LE: The answer is no. We have patients in the same family with different types of breast cancer. It’s not considered an inherited type of breast cancer, but, as I said, it can be associated with a BRCA mutation, which does run in families.
EH: Can other subtypes of breast cancer morph into TNBC?
LE: Changing of biomarkers usually happens in the setting of a recurrence of the original breast cancer. In those cases, it’s imperative that a biopsy is taken to make ensure that the biomarkers have not changed. It will be important to what treatment strategy is applied to that patient.
EH: TNBC has, historically, been considered a grim diagnosis. Is that changing?
LE: We do have a better outlook as there are more treatments available to offer. The statistics for long term outcomes may lag as new treatments are approved.
EH: Walk us through it. What was the first breakthrough?
LE: Immunotherapy. In breast cancer, it was first shown to work in advanced TNBC. If a biomarker called PDL1 is present on the TNBC tumor cells, these patients tend to be more sensitive to immunotherapy. Immunotherapy utilizes a patients’ own immune cells to recognize and attack the cancer. Immunotherapy in combination with chemotherapy has also been approved in treating potentially curable patients before surgery. This was shown in a clinical trial known as Keynote 522, and published in The New England Journal of Medicine. Immunotherapy has been revolutionary for cancer. We can only get better from here.

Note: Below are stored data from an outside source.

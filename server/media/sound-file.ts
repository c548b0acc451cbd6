// A decoded recording in a file: any length is read like one in memory, and only a few pages of it are held.
import { closeSync, fstatSync, openSync, readSync } from 'node:fs'
import type { SampleSource } from '@shared/audio/stretch/types.ts'
import type { Sound } from './commands.ts'
import { tame } from './frames.ts'

const pageFrames = 1 << 15
/** Half a minute or more at every common rate: wider than anything that renders looks around. */
const pagesHeld = 64

export type SoundFile = SampleSource & { close: () => void }

/** Opens interleaved 32-bit floats at `path`. Reading is synchronous, as renderers need it. */
export const openSoundFile = (path: string, { sampleRate, channels }: Sound): SoundFile => {
  const file = openSync(path, 'r')
  const frames = Math.floor(fstatSync(file).size / (4 * channels))
  const pages = new Map<number, Float32Array[]>()

  const load = (index: number): Float32Array[] => {
    const count = Math.min(pageFrames, frames - index * pageFrames)
    const mixed = new Float32Array(count * channels)
    const bytes = new Uint8Array(mixed.buffer)
    let got = 0
    while (got < bytes.length) {
      const more = readSync(file, bytes, got, bytes.length - got, index * pageFrames * channels * 4 + got)
      if (more === 0) throw new Error('A decoded recording became shorter')
      got += more
    }
    tame(mixed)
    return Array.from({ length: channels }, (_, c) =>
      Float32Array.from({ length: count }, (_x, i) => mixed[i * channels + c] ?? 0)
    )
  }
  const page = (index: number): Float32Array[] => {
    const held = pages.get(index) ?? load(index)
    // Put last again: the first in a map is the one not needed for longest.
    pages.delete(index)
    pages.set(index, held)
    if (pages.size > pagesHeld) pages.delete(pages.keys().next().value ?? -1)
    return held
  }

  return {
    channels,
    sampleRate,
    frames,
    read: (from, into) => {
      const length = into[0]?.length ?? 0
      const first = Math.max(0, from)
      const last = Math.min(frames, from + length)
      for (const target of into) {
        target.fill(0, 0, Math.min(length, first - from))
        target.fill(0, Math.max(0, last - from))
      }
      for (let at = first; at < last;) {
        const index = Math.floor(at / pageFrames)
        const start = index * pageFrames
        const end = Math.min(last, start + pageFrames)
        const held = page(index)
        for (let c = 0; c < channels; c++) into[c]?.set(held[c]?.subarray(at - start, end - start) ?? [], at - from)
        at = end
      }
      return true
    },
    close: () => closeSync(file)
  }
}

EH: Trodelvy was a new recent advance, wasn’t it?
LE: Trodelvy is a different type of medication that is considered an antibody drug conjugate therapy. It’s an antibody that has a drug attached to it that attaches to cancer cells and the drug becomes internalized into the cancer cells and kills it from the inside. It’s approved in advanced TNBC. It’s usually given if a patient’s disease progresses on immunotherapy (if a patient was a candidate for it). It’s also recently been approved for patients with hormone-positive breast cancer who have advanced disease.

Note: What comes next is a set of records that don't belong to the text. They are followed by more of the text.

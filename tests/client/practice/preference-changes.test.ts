import { beforeEach, describe, expect, it } from 'vitest'
import type { PreferenceChange, Preferences } from '@shared/practice/preferences'
import { createPreferenceChanges } from '@client/features/practice/preference-changes'

/** A server that answers when told, and a clock that moves when told. */
const stage = () => {
  let shown: Preferences | null = { volume: 0.7 }
  let timer: (() => void) | null = null
  let answer: { done(kept: Preferences): void; fail(error: unknown): void } | null = null
  const sent: PreferenceChange[] = []
  let reloads = 0
  const changes = createPreferenceChanges({
    send: (change) =>
      new Promise((done, fail) => {
        sent.push(change)
        answer = { done, fail }
      }),
    show: (update) => void (shown = update(shown)),
    isPassing: (error) => error === 'passing',
    reload: () => void (reloads += 1),
    later: (run) => {
      timer = run
      return () => void (timer = null)
    }
  })
  const settle = async (how: (given: NonNullable<typeof answer>) => void) => {
    if (!answer) throw new Error('nothing was asked')
    how(answer)
    await Promise.resolve()
    await Promise.resolve()
  }
  return { changes, sent, settle, tick: () => timer?.(), shown: () => shown, reloads: () => reloads }
}

describe('preference changes', () => {
  let on: ReturnType<typeof stage>
  beforeEach(() => {
    on = stage()
  })

  it('show at once and are sent together', () => {
    for (const volume of [0.6, 0.5, 0.4]) on.changes.change({ volume })
    on.changes.change({ countIn: 'one bar' })
    expect([on.shown(), on.sent]).toEqual([{ volume: 0.4, countIn: 'one bar' }, []])
    on.tick()
    expect(on.sent).toEqual([{ volume: 0.4, countIn: 'one bar' }])
  })

  it('keep what was changed while an answer was on its way, and send it after', async () => {
    on.changes.change({ volume: 0.6 })
    on.tick()
    on.changes.change({ volume: 0.3 })
    on.tick()
    expect(on.sent).toHaveLength(1)
    await on.settle(({ done }) => done({ volume: 0.6, countIn: 'two bars' }))
    expect(on.shown()).toEqual({ volume: 0.3, countIn: 'two bars' })
    on.tick()
    expect(on.sent[1]).toEqual({ volume: 0.3 })
  })

  it('are sent again after trouble on the way, with what is newer on top', async () => {
    on.changes.change({ volume: 0.6, areKeysOff: true })
    on.tick()
    on.changes.change({ volume: 0.2 })
    await on.settle(({ fail }) => fail('passing'))
    on.tick()
    expect(on.sent[1]).toEqual({ volume: 0.2, areKeysOff: true })
    expect(on.reloads()).toBe(0)
  })

  it('are given up when refused, and what is true is asked for', async () => {
    on.changes.change({ volume: 0.6 })
    on.tick()
    await on.settle(({ fail }) => fail('refused'))
    on.tick()
    expect([on.sent.length, on.reloads()]).toEqual([1, 1])
  })

  it('are dropped when somebody else signs in: neither sent nor shown', async () => {
    on.changes.change({ volume: 0.6 })
    on.tick()
    on.changes.change({ countIn: 'one bar' })
    on.changes.drop()
    const before = on.shown()
    await on.settle(({ done }) => done({ volume: 0.6 }))
    on.tick()
    expect([on.sent.length, on.shown()]).toEqual([1, before])
  })
})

EH: Are there different side effect profiles for these drugs than standard chemotherapy?
LE: Immunotherapy in general is well tolerated, however the immune system can become so enhanced from immunotherapy that people can develop side effects that can mimic autoimmune side effects. For instance, inflammation of the colon, skin, or lungs. We educate patients of these possibilities and to report, rash, diarrhea, or shortness of breath or cough. Patients on chemotherapy or medications like Trodelvy, in general, may have some nausea, fatigue, or loose stools, and we may see a lowering of their white blood cell count, which may put them at risk for infections.

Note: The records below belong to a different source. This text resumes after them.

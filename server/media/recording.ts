// Joins what a browser's recorder sent while it recorded, piece by piece, into one file that can be ingested.
import { createReadStream } from 'node:fs'
import { open, rename, rm, stat, type FileHandle } from 'node:fs/promises'
import { err, ok, type Result } from '@shared/result.ts'
import { mediaFault, storageError, type MediaFault } from './faults.ts'
import { readHead } from './file-head.ts'

export type JoinOptions = {
  /** Paths of the pieces in the order of their numbers; a number that never arrived is undefined. */
  pieces: readonly (string | undefined)[]
  target: string
  maxBytes: number
  signal?: AbortSignal
}

const ebml = Buffer.from([0x1a, 0x45, 0xdf, 0xa3])

/** Whether a recorder began here: WebM's head, or MP4's file type box. Later pieces carry on without one. */
const isBeginning = (head: Buffer): boolean =>
  head.subarray(0, 4).equals(ebml) || head.toString('latin1', 4, 8) === 'ftyp'

const check = async (pieces: JoinOptions['pieces'], maxBytes: number): Promise<Result<string[], MediaFault>> => {
  const paths = pieces.filter((path) => path !== undefined)
  if (paths.length === 0) return err(mediaFault('empty'))
  if (paths.length !== pieces.length) return err(mediaFault('incomplete'))
  const heads = await Promise.all(paths.map(readHead))
  if (!isBeginning(heads[0] ?? Buffer.alloc(0))) return err(mediaFault(heads[0]?.length === 0 ? 'empty' : 'incomplete'))
  // A second beginning is another recording: joined, everything after it would be lost silently.
  if (heads.slice(1).some(isBeginning)) return err(mediaFault('incomplete'))
  const sizes = await Promise.all(paths.map(async (path) => (await stat(path)).size))
  const bytes = sizes.reduce((sum, size) => sum + size, 0)
  return bytes > maxBytes ? err(mediaFault('too-large')) : ok(paths)
}

const appendAll = async (target: FileHandle, paths: string[], signal: AbortSignal | undefined): Promise<number> => {
  let bytes = 0
  for (const path of paths) {
    for await (const chunk of createReadStream(path, { signal }) as AsyncIterable<Buffer>) {
      await target.appendFile(chunk)
      bytes += chunk.length
    }
  }
  return bytes
}

/** Joins the pieces into `target`, which appears whole or not at all. The pieces stay; whoever calls removes them. */
export const joinRecording = async (options: JoinOptions): Promise<Result<{ bytes: number }, MediaFault>> => {
  const { pieces, target, maxBytes, signal } = options
  const checked = await check(pieces, maxBytes)
  if (!checked.ok) return checked
  const beside = `${target}.part`
  try {
    const file = await open(beside, 'w', 0o600)
    const bytes = await appendAll(file, checked.value, signal).finally(() => file.close())
    await rename(beside, target)
    return ok({ bytes })
  } catch (error) {
    await rm(beside, { force: true })
    throw storageError(error)
  }
}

EH: Who should seek out a TNBC clinical trial?
LE: Clinical trials are important for TNBC, especially in patients with advanced disease. Patients with advanced TNBC are not considered curable, but they are treatable. It’s always good to be ahead with clinical trials, as there’s a limit to the amount of therapies for TNBC, and we’re always looking at new and novel therapies to treat it. Clinical trials are a chance to understand the science behind the disease. I would always suggest that if the standard therapies aren’t working that we look for a clinical trial.
EH: What would you tell a woman who is newly diagnosed with TNBC?
LE: After explaining their diagnosis, I always look to understand the support system the patient has. That’s extremely important because a patient’s family and friends are vital in their journey. I encourage them to keep a positive state of mind, and tell them we have to take it one step at a time. I tell them to try not to get ahead of themselves, and not to focus on the what ifs, but to focus on nutrition, sleep, and light exercise, and seeking therapy if they need it. Mental health is just as important. I tell them if there's a problem, we’ll try and find a solution. And that’s pretty much how we end our first conversation.